# Test Drive Unlimited 2 - Vergleich Konsole vs. PC



## The-Typhoon (10. Januar 2011)

Hallo.
Ich bin derzeit am grübeln, ob ich mir TDU 2 lieber für PS3 oder für PC vorbestellen soll.
Habe eine GTX 275 mit 2048 MB Grakaspeicher, 6 GB Ram.. Gehe also davon aus, dass ich das Spiel auf dem PC in bester Grafikpracht spielen könnte.
Kann mir vielleicht jemand sagen, was sich mehr lohnt?

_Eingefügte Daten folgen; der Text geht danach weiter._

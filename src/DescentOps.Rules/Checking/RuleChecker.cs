using System.Globalization;
using DescentOps.Primitives.Identity;
using DescentOps.Primitives.Time;
using DescentOps.Primitives.Units;
using DescentOps.Rules.Catalogue;
using DescentOps.Rules.Compiled;
using DescentOps.Rules.Syntax;
using DescentOps.Rules.Text;
using DescentOps.Rules.Units;

namespace DescentOps.Rules.Checking;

Und @ PCGH Team: Könntet ihr, zusammen mit den Kollegen von PC Games und Videogameszone - einen Grafikvergleich von Konsole zu PC machen (wie damals bei F1 2010 - das hat mir sehr geholfen, die PC Version zu kaufen).

Vielen Dank


----------



## brennmeister0815 (10. Januar 2011)

Vergleiche mal die technischen Daten Deines Rechenknechtes mit dem der PS3...alles klar?! 
Selbst halbwegs aktuelle Rechenknechte haben PS3/X-Box um Längen abgehängt. Wenn nicht so viele Spiele auf Crossover-Plattformen entwickelt würden, sähen einige Titel auf'm PC -noch- besser aus...


----------



## joel3214 (10. Januar 2011)

Würde ich so nicht sagen schau dir mal GTA 4 an 
Aber TD2 wird laufen denke ich mal, bei GTA lag es ja an der schlechten Portierung.


----------



## brennmeister0815 (10. Januar 2011)

joel3214 schrieb:


> Würde ich so nicht sagen schau dir mal GTA 4 an
> Aber TD2 wird laufen denke ich mal, bei GTA lag es ja an der schlechten Portierung.

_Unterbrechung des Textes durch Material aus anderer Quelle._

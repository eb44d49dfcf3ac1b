using DescentOps.Mission.Ground;
using DescentOps.Primitives.Time;

namespace DescentOps.Mission.Tests.Ground;

/// <summary>The ground's hearing of its station, one transition at a time (a 600 s silence timeout, test input).</summary>
public sealed class StationWatchTests
{
    private static readonly SimDuration Timeout = SimDuration.FromSeconds(600);

    private static SimTime At(double seconds) => SimTime.FromSecondsSinceEpoch(seconds);

    [Fact]
    public void A_carrier_lost_with_home_in_view_becomes_a_death_only_after_the_timeout()
    {
        var silent = StationWatch.Start(true).Carrier(false, At(100), Timeout);
        Assert.Equal((true, At(700)), (silent.Alive, silent.SilenceEnds!.Value));

        Assert.Same(silent, silent.SilenceOver(At(650)));
        var dead = silent.SilenceOver(At(700));
        Assert.Equal((false, null), (dead.Alive, dead.SilenceEnds));
    }

    [Fact]
    public void A_carrier_back_within_the_timeout_is_ridden_through_and_one_after_it_brings_the_station_back()
    {
        var silent = StationWatch.Start(true).Carrier(false, At(100), Timeout);
        var back = silent.Carrier(true, At(400), Timeout);
        Assert.Equal((true, null), (back.Alive, back.SilenceEnds));

        var revived = silent.SilenceOver(At(700)).Carrier(true, At(5000), Timeout);
        Assert.True(revived.Alive);
    }

    [Fact]
    public void Home_setting_ends_a_silence_without_a_verdict_and_rising_to_silence_starts_one()
    {
        var silent = StationWatch.Start(true).Carrier(false, At(100), Timeout);
        var set = silent.View(false, At(300), Timeout);
        Assert.Equal((true, false, null), (set.Alive, set.InView, set.SilenceEnds));
        // A lost carrier out of view tells nothing: the station may be fine behind the horizon.
        Assert.Null(StationWatch.Start(false).Carrier(false, At(300), Timeout).SilenceEnds);

        var rose = set.View(true, At(2000), Timeout);
        Assert.Equal(At(2600), rose.SilenceEnds);
        Assert.False(rose.SilenceOver(At(2600)).Alive);
    }

    [Fact]
    public void A_second_loss_during_a_silence_keeps_its_first_end()
    {
        var silent = StationWatch.Start(true).Carrier(false, At(100), Timeout);
        Assert.Equal(At(700), silent.View(true, At(300), Timeout).SilenceEnds);
    }
}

Jap, GTA wurde "schlampig" umgesetzt. Auf der Plattform PC wird ja sooo viel raubkopiert und wenig verkauft 
NfS SHIFT ist dagegen ein positives Beispiel- nach Patch 1.02


----------



## joel3214 (10. Januar 2011)

Sag ich ja aber nicht verallgemeinern gibt bestimmt noch mehr außer GTA4.
Egal ist OT.
Was hast d denn für eine Auflösung?
Wegen PS3 und PC bedenke das es am PC mehr Möglichkeiten gibt aa usw.


----------



## The-Typhoon (10. Januar 2011)

joel3214 schrieb:


> Sag ich ja aber nicht verallgemeinern gibt bestimmt noch mehr außer GTA4.
> Egal ist OT.
> Was hast d denn für eine Auflösung?
> Wegen PS3 und PC bedenke das es am PC mehr Möglichkeiten gibt aa usw.



Pc auflösung natürlich full hd, also 1920x1080.. 
Also sehe ich das richtig, dass man mir mehr zur pc version rät?


----------



## brennmeister0815 (10. Januar 2011)

The-Typhoon schrieb:


> Also sehe ich das richtig, dass man mir mehr zur pc version rät?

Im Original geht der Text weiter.